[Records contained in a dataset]
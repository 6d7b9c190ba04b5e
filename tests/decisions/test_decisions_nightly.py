"""The nightly job honours the demo curator's two decisions and says so in the report and the provenance."""

from __future__ import annotations

import json

from decisions_fixtures import CO2_RIG_A, CO2_RIG_A_SOURCE, demo_copy
from pipeline.cli import main


def test_nightly_honours_an_exclusion_and_a_waiver(tmp_path_factory, tmp_path, capsys):
    """After excluding CO2 rig-A row 16 and waiving water's outlier warning, the nightly fit, checks, report and a release all name D-0001 and D-0002."""
    demo = demo_copy(tmp_path_factory, tmp_path)
    assert demo.decide("exclude-observations", "--source", CO2_RIG_A_SOURCE, "--file", CO2_RIG_A,
                       "--row", "16", "--quantity", "pressure", why="transducer spike") == 0
    assert demo.decide("waive-check", "--check", "data.outliers", "--fluid", "water",
                       "--subject", "curve:liquid-vapour", why="the degC-as-K file") == 0
    reports = tmp_path / "reports"
    assert main(["nightly", "-q", "--exit-zero", "--raw", str(demo.raw), "--reports",
                 str(reports), "--store", str(demo.store)]) == 0
    html = (reports / "latest" / "report.html").read_text("utf-8")
    section = html[html.index('<h2 id="decisions">'):]
    section = section[:section.index("</table>")]
    assert section.count("<td>applied</td>") == 2
    assert "D-0001" in section and "D-0002" in section and "1 observation, 1 fit" in section
    results = json.loads((reports / "latest" / "results.json").read_text("utf-8"))
    waived = [r for r in results["results"] if r["status"] == "waived"]
    assert [(r["check_id"], r["fluid_id"], r["decision_id"]) for r in waived] == \
        [("data.outliers", "water", "D-0002")]
    assert not [r for r in results["results"] if r["check_id"] == "data.outliers"
                and r["fluid_id"] == "carbon-dioxide" and r["subject"] == "curve:liquid-vapour"
                and r["status"] == "warn"]
    assert demo.query("SELECT excluded_by FROM fit_residual r JOIN fit f USING (fit_id) "
                      "WHERE f.is_current AND r.excluded_by IS NOT NULL") == [("D-0001",)]
    assert demo.cli("publish", "-q", "--allow-failures", "--out", str(tmp_path / "out")) == 0
    assert demo.query("SELECT value_id FROM curated_provenance WHERE "
                      "list_contains(decision_ids, 'D-0001') ORDER BY 1") == [
        ("carbon-dioxide/constant/acentric_factor",),
        ("carbon-dioxide/curve:liquid-vapour/pressure",)]
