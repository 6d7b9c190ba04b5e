"""The nightly job: ingest what is new, refit what changed, check, publish when clean, report.

Recipe (:func:`run_nightly`):

1. **ingest** -- a pre-scan hashes every batch folder of ``raw/`` and compares the hashes with
   the current ``raw_file`` rows; only new or changed batches go to
   :func:`pipeline.ingest.stage.run_ingest` (the whole root when a batch disappeared, when
   ``fluids.toml`` changed, or with ``--full``, so retirements and fluid updates happen there).
2. **fit** -- each fluid's *data fingerprint* (its current raw files, fixed points, stated
   constants and molar mass, from the store) is compared with the one the previous nightly run
   recorded; :func:`pipeline.fitting.stage.run_fit` runs for the fluids that differ (and it
   skips their groups whose input hash is unchanged).
3. **check** -- a fluid's *check fingerprint* is its data fingerprint plus its current fit ids;
   fluids whose fingerprint is unchanged (and with the same check code, thresholds and
   decisions) reuse their results from the previous check run, the others are checked
   afresh. The combined check run is stored (kind ``check``), so every run keeps all results.
4. **changes** -- status transitions against the previous run
   (:func:`pipeline.report.history.transitions`) and changed recommended values.
5. **publish** -- only when nothing failed, errored or failed to ingest, through
   :func:`publish_adapter`; otherwise the reason is recorded.
6. **verify** -- :func:`pipeline.verify.verify_connection` (what ``fluidledger verify`` does)
   over the run's own connection and the releases in the store's folder; a finding makes the
   verdict ``error``.
7. **report** -- ``reports/<run-id>/`` with report.html, results.json, junit.xml, summary.md
   and nightly.log; ``reports/latest`` points to it.

A ``run`` row (kind ``nightly``) holds the parameters and the result record plus the
per-fluid state the next run compares with. Exit codes: 0 pass (warnings allowed), 1 a check
failed (0 with ``exit_zero``), 2 a batch could not be ingested, 3 a check raised, the
publish failed, verify found damage, or an internal error.
"""

from __future__ import annotations

import hashlib
import json
import logging
import math
import time
from contextlib import contextmanager
from dataclasses import dataclass, field
from pathlib import Path
from typing import Any, Callable, Mapping, Sequence

from pipeline import __version__
from pipeline.errors import (
    EXIT_CHECK_FAILED,
    EXIT_INTERNAL,
    EXIT_OK,
    EXIT_USAGE,
    BatchError,
    CheckError,
    environment_problem,
    is_interrupt,
)
from pipeline.progress import stage_progress
from pipeline.safetext import SafeFormatter
from pipeline.store.runs import end_run

log = logging.getLogger(__name__)

#: Fluids checked per call of the check engine (one progress step each).
CHECK_CHUNK = 100
#: Previous nightly runs read to find each fluid's last state.
STATE_LOOKBACK = 50
VERDICT_EXIT = {"pass": EXIT_OK, "fail": EXIT_CHECK_FAILED, "input-error": EXIT_USAGE,
                "error": EXIT_INTERNAL}


@dataclass(frozen=True)
class NightlyOptions:
    """What to run on: paths and switches of ``fluidledger nightly``."""

    store: str | Path | None = None
    raw: Path = Path("raw")
    reports: Path = Path("reports")
    fluids: tuple[str, ...] | None = None
    full: bool = False
    quiet: bool = False
    verbose: bool = False
    exit_zero: bool = False
    decisions: Path | None = None

    def parameters(self) -> dict:
        return {"store": str(self.store) if self.store else None, "raw": str(self.raw),
                "reports": str(self.reports), "fluids": list(self.fluids) if self.fluids else None,
                "full": self.full, "exit_zero": self.exit_zero,
                "decisions": str(self.decisions) if self.decisions else None}


@dataclass
class Stage:
    """What one stage of the run did."""

    status: str
    duration_s: float
    text: str
    detail: dict = field(default_factory=dict)

    def asdict(self) -> dict:
        return {"status": self.status, "duration_s": round(self.duration_s, 6),
                "text": self.text, "detail": self.detail}
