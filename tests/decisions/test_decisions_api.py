"""A curation decision reaches the provenance the Python API gives for the values it shaped."""

from __future__ import annotations

from decisions_fixtures import demo_copy
from pipeline import open_release

LIT_N2 = "lit-nitrogen-critical-point"


def test_api_provenance_names_the_decision_and_the_excluded_candidate(tmp_path_factory, tmp_path):
    """After excluding the literature nitrogen Tc, open_release().provenance(Tc) lists decision
    D-0001 and the literature fixed point as not used 'excluded by curation decision D-0001';
    pc, untouched, lists no decision."""
    demo = demo_copy(tmp_path_factory, tmp_path)
    assert demo.decide("exclude-source", "--fluid", "nitrogen", "--source", LIT_N2,
                       "--constant", "Tc", why="transcription under review") == 0
    assert demo.cli("publish", "-q", "--allow-failures", "--out", str(demo.root / "out")) == 0
    release = open_release(path=demo.root / "out")
    prov = release.provenance(release.constant("nitrogen", "Tc"))
    assert list(prov.loc[prov.relation == "decision", "decision_id"]) == ["D-0001"]
    (lit,) = prov[(prov.relation == "wasDerivedFrom") & (prov.source_id == LIT_N2)].itertuples()
    assert not lit.used and lit.note == "excluded by curation decision D-0001"
    assert release.constant("nitrogen", "Tc").value == 126.192   # Span et al. (2000)
    pc = release.provenance(release.constant("nitrogen", "pc"))
    assert (pc.relation == "decision").sum() == 0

PROBLEM REQUIREMENTS —
Please output every line shown above exactly.

RESPONSE —
repository 6d7b9c190ba04b5e
filename tests/decisions/test_decisions_nightly.py
"""The nightly job honours the demo curator's two decisions and says so in the report and the provenance."""

from __future__ import annotations

import json

from decisions_fixtures import CO2_RIG_A, CO2_RIG_A_SOURCE, demo_copy
from pipeline.cli import main


def test_nightly_honours_an_exclusion_and_a_waiver(tmp_path_factory, tmp_path, capsys):
    """After excluding CO2 rig-A row 16 and waiving water's outlier warning, the nightly fit, checks, report and a release all name D-0001 and D-0002."""
    demo = demo_copy(tmp_path_factory, tmp_path)
    assert demo.decide("exclude-observations", "--source", CO2_RIG_A_SOURCE, "--file", CO2_RIG_A,
                       "--row", "16", "--quantity", "pressure", why="transducer spike") == 0
    assert demo.decide("waive-check", "--check", "data.outliers", "--fluid", "water",
                       "--subject", "curve:liquid-vapour", why="the degC-as-K file") == 0
    reports = tmp_path / "reports"
    assert main(["nightly", "-q", "--exit-zero", "--raw", str(demo.raw), "--reports",
                 str(reports), "--store", str(demo.store)]) == 0
    html = (reports / "latest" / "report.html").read_text("utf-8")
    section = html[html.index('<h2 id="decisions">'):]
    section = section[:section.index("</table>")]
    assert section.count("<td>applied</td>") == 2
    assert "D-0001" in section and "D-0002" in section and "1 observation, 1 fit" in section
    results = json.loads((reports / "latest" / "results.json").read_text("utf-8"))
    waived = [r for r in results["results"] if r["status"] == "waived"]
    assert [(r["check_id"], r["fluid_id"], r["decision_id"]) for r in waived] == \
        [("data.outliers", "water", "D-0002")]
    assert not [r for r in results["results"] if r["check_id"] == "data.outliers"
                and r["fluid_id"] == "carbon-dioxide" and r["subject"] == "curve:liquid-vapour"
                and r["status"] == "warn"]
    assert demo.query("SELECT excluded_by FROM fit_residual r JOIN fit f USING (fit_id) "
                      "WHERE f.is_current AND r.excluded_by IS NOT NULL") == [("D-0001",)]
    assert demo.cli("publish", "-q", "--allow-failures", "--out", str(tmp_path / "out")) == 0
    assert demo.query("SELECT value_id FROM curated_provenance WHERE "
                      "list_contains(decision_ids, 'D-0001') ORDER BY 1") == [
        ("carbon-dioxide/constant/acentric_factor",),
        ("carbon-dioxide/curve:liquid-vapour/pressure",)]
repository 6d7b9c190ba04b5e
"""The nightly job: ingest what is new, refit what changed, check, publish when clean, report.

Recipe (:func:`run_nightly`):

1. **ingest** -- a pre-scan hashes every batch folder of ``raw/`` and compares the hashes with
   the current ``raw_file`` rows; only new or changed batches go to
   :func:`pipeline.ingest.stage.run_ingest` (the whole root when a batch disappeared, when
   ``fluids.toml`` changed, or with ``--full``, so retirements and fluid updates happen there).
2. **fit** -- each fluid's *data fingerprint* (its current raw files, fixed points, stated
   constants and molar mass, from the store) is compared with the one the previous nightly run
   recorded; :func:`pipeline.fitting.stage.run_fit` runs for the fluids that differ (and it
   skips their groups whose input hash is unchanged).
3. **check** -- a fluid's *check fingerprint* is its data fingerprint plus its current fit ids;
   fluids whose fingerprint is unchanged (and with the same check code, thresholds and
   decisions) reuse their results from the previous check run, the others are checked
   afresh. The combined check run is stored (kind ``check``), so every run keeps all results.
4. **changes** -- status transitions against the previous run
   (:func:`pipeline.report.history.transitions`) and changed recommended values.
5. **publish** -- only when nothing failed, errored or failed to ingest, through
   :func:`publish_adapter`; otherwise the reason is recorded.
6. **verify** -- :func:`pipeline.verify.verify_connection` (what ``fluidledger verify`` does)
   over the run's own connection and the releases in the store's folder; a finding makes the
   verdict ``error``.
7. **report** -- ``reports/<run-id>/`` with report.html, results.json, junit.xml, summary.md
   and nightly.log; ``reports/latest`` points to it.

A ``run`` row (kind ``nightly``) holds the parameters and the result record plus the
per-fluid state the next run compares with. Exit codes: 0 pass (warnings allowed), 1 a check
failed (0 with ``exit_zero``), 2 a batch could not be ingested, 3 a check raised, the
publish failed, verify found damage, or an internal error.
"""

from __future__ import annotations

import hashlib
import json
import logging
import math
import time
from contextlib import contextmanager
from dataclasses import dataclass, field
from pathlib import Path
from typing import Any, Callable, Mapping, Sequence

from pipeline import __version__
from pipeline.errors import (
    EXIT_CHECK_FAILED,
    EXIT_INTERNAL,
    EXIT_OK,
    EXIT_USAGE,
    BatchError,
    CheckError,
    environment_problem,
    is_interrupt,
)
from pipeline.progress import stage_progress
from pipeline.safetext import SafeFormatter
from pipeline.store.runs import end_run

log = logging.getLogger(__name__)

#: Fluids checked per call of the check engine (one progress step each).
CHECK_CHUNK = 100
#: Previous nightly runs read to find each fluid's last state.
STATE_LOOKBACK = 50
VERDICT_EXIT = {"pass": EXIT_OK, "fail": EXIT_CHECK_FAILED, "input-error": EXIT_USAGE,
                "error": EXIT_INTERNAL}


@dataclass(frozen=True)
class NightlyOptions:
    """What to run on: paths and switches of ``fluidledger nightly``."""

    store: str | Path | None = None
    raw: Path = Path("raw")
    reports: Path = Path("reports")
    fluids: tuple[str, ...] | None = None
    full: bool = False
    quiet: bool = False
    verbose: bool = False
    exit_zero: bool = False
    decisions: Path | None = None

    def parameters(self) -> dict:
        return {"store": str(self.store) if self.store else None, "raw": str(self.raw),
                "reports": str(self.reports), "fluids": list(self.fluids) if self.fluids else None,
                "full": self.full, "exit_zero": self.exit_zero,
                "decisions": str(self.decisions) if self.decisions else None}


@dataclass
class Stage:
    """What one stage of the run did."""

    status: str
    duration_s: float
    text: str
    detail: dict = field(default_factory=dict)

    def asdict(self) -> dict:
        return {"status": self.status, "duration_s": round(self.duration_s, 6),
                "text": self.text, "detail": self.detail}
filename tests/decisions/test_decisions_api.py
"""A curation decision reaches the provenance the Python API gives for the values it shaped."""

from __future__ import annotations

from decisions_fixtures import demo_copy
from pipeline import open_release

LIT_N2 = "lit-nitrogen-critical-point"


def test_api_provenance_names_the_decision_and_the_excluded_candidate(tmp_path_factory, tmp_path):
    """After excluding the literature nitrogen Tc, open_release().provenance(Tc) lists decision
    D-0001 and the literature fixed point as not used 'excluded by curation decision D-0001';
    pc, untouched, lists no decision."""
    demo = demo_copy(tmp_path_factory, tmp_path)
    assert demo.decide("exclude-source", "--fluid", "nitrogen", "--source", LIT_N2,
                       "--constant", "Tc", why="transcription under review") == 0
    assert demo.cli("publish", "-q", "--allow-failures", "--out", str(demo.root / "out")) == 0
    release = open_release(path=demo.root / "out")
    prov = release.provenance(release.constant("nitrogen", "Tc"))
    assert list(prov.loc[prov.relation == "decision", "decision_id"]) == ["D-0001"]
    (lit,) = prov[(prov.relation == "wasDerivedFrom") & (prov.source_id == LIT_N2)].itertuples()
    assert not lit.used and lit.note == "excluded by curation decision D-0001"
    assert release.constant("nitrogen", "Tc").value == 126.192   # Span et al. (2000)
    pc = release.provenance(release.constant("nitrogen", "pc"))
    assert (pc.relation == "decision").sum() == 0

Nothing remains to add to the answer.